Although I liked little Suzanne’s story better. Dragons are cool.

I imagine there will be varying results, but it’s been interesting to focus on the early childhood of some of these characters in addition to or as opposed to the revelation of their crime. The first season held a kind of mystery element in uncovering what these women did to earn orange, this season looks to share more of who they beyond the color.

Random thoughts:

  • It was a nice touch to show us Crazy Eyes’ POV when she was upside down. Metaphors abound.
  • Larry’s conversation with the reporter sets up the potential for Piper to become the center of a detective story. Could she ultimately be a hero for exposing corruption?
  • Suzanne is going to love Game of Thrones. Love it.
  • Praise Mr. Christ, they got rid of those ridiculous Pennsatucky teeth.
  • Vee is a firecracker thrown into the barrel, and Toussaint is a rock star.
  • There’s no way a guy with a prosthetic leg would take that long to realize he could use it to smuggle things in.

Today’s Lesson: Relax, Omar.


Ep. 4 “A Whole Other Hole”

Orange is the New Black works blue. Really blue. Back of the throat blue. And it does it really well. The quotables on this show are excellent. Two that stand out this episode:

  1. “I can hear you, you old cunt.”
  2. “Giant, pubey, lady beard thing.”

Vulgar magic. Also, obviously anatomically educational.

There’s a trick that sitcoms use when things are getting stale where they pair up characters who usually don’t spend much time together — either the awkwardness or fresh chemistry helps things float on.

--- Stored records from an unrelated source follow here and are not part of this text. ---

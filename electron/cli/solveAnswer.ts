/** What `solve --json` prints, key by key as the contract of the command line states it. */
import type { BatteryModel, CheckedJob, OperatingPoint } from '../../core/api.ts';
import { plainObject } from './jsonText.ts';

export function solveAnswer(job: CheckedJob, model: BatteryModel, points: readonly OperatingPoint[]): unknown {
  return {
    practice: job.practice,
    practiceAssumed: job.practiceAssumed === true,
    model,
    cases: points.map(caseAnswer),
  };
}

function caseAnswer(point: OperatingPoint): unknown {
  const parts = new Map<string, unknown>();
  for (const [id, { id: _id, ...answer }] of point.parts) parts.set(id, answer);
  return {
    case: point.case,
    outcome: point.outcome,
    junctions: plainObject(point.junctions),
    parts: plainObject(parts),
    proof: point.proof,
    ...(point.collapse === undefined ? {} : { collapse: point.collapse }),
    remarks: point.remarks,
    assumptions: point.assumptions,
  };
}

It can also lead to Joey being in love with Rachel, but usually it’s a short term pivot. Orange doesn’t want to wait to push disparate personalities together, so we get Piper bunking with Red (Kate Mulgrew). An Odd Couple routine from them is promising.

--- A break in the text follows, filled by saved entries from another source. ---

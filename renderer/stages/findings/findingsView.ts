/** What the person has filtered and opened among the findings; it lasts while they look at another stage. */
import { create } from 'zustand';
import type { Finding, PartId } from '../../../core/api.ts';
import { useOpenJob } from '../../state/openJob.ts';
import { useSession } from '../../state/session.ts';
import { drawnPart, type FindingFilter, findingName, NO_FILTER } from './findingList.ts';

export interface FindingsView {
  /** The job that filter and opened finding belong to. */
  readonly of: string | null;
  readonly filter: FindingFilter;
  readonly openKey: string | null;
}

const NOTHING = { filter: NO_FILTER, openKey: null } as const;
const useView = create<FindingsView>()(() => ({ of: null, ...NOTHING }));

/** The view of the open job; another job begins with nothing filtered and nothing open. */
export function useFindingsView(): Omit<FindingsView, 'of'> {
  const key = useOpenJob((open) => open.key);
  const view = useView();
  return view.of === key ? view : NOTHING;
}

export function changeView(change: Partial<Omit<FindingsView, 'of'>>): void {
  const of = useOpenJob.getState().key;
  useView.setState((view) => ({ ...(view.of === of ? view : NOTHING), ...change, of }));
}

/** Goes to the stage Findings with this one open, its parts lit. */
export function goToFinding(finding: Finding): void {
  const { job, light } = useOpenJob.getState();
  light(finding.parts.map((id) => drawnPart(job, id)));
  changeView({ filter: NO_FILTER, openKey: findingName(finding) });
  useSession.getState().goStage('findings');
}

/** Goes to the stage Findings with only those that name the part. */
export function goToFindingsOf(part: PartId): void {
  changeView({ filter: { ...NO_FILTER, part }, openKey: null });
  useSession.getState().goStage('findings');
}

Meanwhile, Brook is having the exact opposite experience that Piper had. Sure, she cried the first night, but she’s held on to her moronic sunshine like she’s not even locked up. Oblivious and impenetrable. The question is whether she’s worth a blanket. She is a 5-foot-three Jar Jar Binks.

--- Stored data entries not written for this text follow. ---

/** The findings, worst first; arrow keys walk through them, Enter opens. */
import Box from '@mui/material/Box';
import { type KeyboardEvent, type ReactElement, useRef } from 'react';
import { useOpenJob } from '../../state/openJob.ts';
import { FindingItem } from './FindingItem.tsx';
import { drawnParts, type ListedFinding } from './findingList.ts';

/** How many are told in full on the first screen. */
const IN_FULL = 5;

export interface FindingListProps {
  readonly shown: readonly ListedFinding[];
  readonly openKey: string | null;
  readonly onOpen: (key: string | null) => void;
  readonly onMade: () => void;
}

export function FindingList({ shown, openKey, onOpen, onMade }: FindingListProps): ReactElement {
  const list = useRef<HTMLOListElement>(null);

  const walk = (event: KeyboardEvent): void => {
    const step = STEPS[event.key];
    const headers = [...(list.current?.querySelectorAll<HTMLElement>('[data-finding]') ?? [])];
    const at = headers.indexOf(event.target as HTMLElement);
    if (step === undefined || at < 0) return;
    event.preventDefault();
    const to = Number.isFinite(step) ? at + step : step > 0 ? headers.length - 1 : 0;
    headers[Math.max(0, Math.min(headers.length - 1, to))]?.focus();
  };

  const toggle = ({ key, finding }: ListedFinding): void => {
    const { job, light } = useOpenJob.getState();
    const opens = openKey !== key;
    light(opens ? drawnParts(job, finding.parts) : []);
    onOpen(opens ? key : null);
  };

  return (
    <Box
      component="ol"
      ref={list}
      aria-label="Findings, worst first"
      onKeyDown={walk}
      sx={{ m: 0, p: 0, listStyle: 'none', containerType: 'inline-size', borderBottom: '1px solid var(--hair)' }}
    >
      {shown.map((one, index) => (
        <FindingItem
          key={one.key}
          listed={one}
          full={index < IN_FULL}
          open={one.key === openKey}
          onToggle={() => toggle(one)}
          onMade={onMade}
        />
      ))}
    </Box>
  );
}

const STEPS: Readonly<Record<string, number>> = {
  ArrowDown: 1,
  ArrowUp: -1,
  Home: Number.NEGATIVE_INFINITY,
  End: Number.POSITIVE_INFINITY,
};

Yael Stone has been a standout since episode one, so it’s good to see her character Lorna in civilian clothes in a backstory that achieves an amazing amount. It exposes her for a self-deception we’d only seen hints of, it defines the length of her insanity (a bomb?) and it serves up compounding emotional trauma. Her driving away from the hospital is the boldest move of the series so far, and her reward was punishing despair.

She’s a fraud in every aspect of her life. The woman who seemed sweet and wonderful, polite but lovelorn. Her crime is lying, her romance is fantasy, her delusion is deep in her veins. Naturally, Stone knocks it right out of the bathtub.

It’s also great that she gets away with it. Being inside that house was consequence enough.

Polly and Larry’s (Jason Biggs) interaction was sweet. Funny how the only people we get to know on the outside find themselves engaged in an invented life.

A stray thought: Vee is The Joker. A genius. Insidious. She’s going to blow up a Gotham hospital and laugh about it.

Today’s Lesson: “Better pussy than smack.” — Big Boo

A veteran of writing about movies for nearly a decade, Scott Beggs has been the Managing Editor of Film School Rejects since 2009. Despite speculation, he is not actually Walter Mathau's grandson. See? He can't even spell his name right.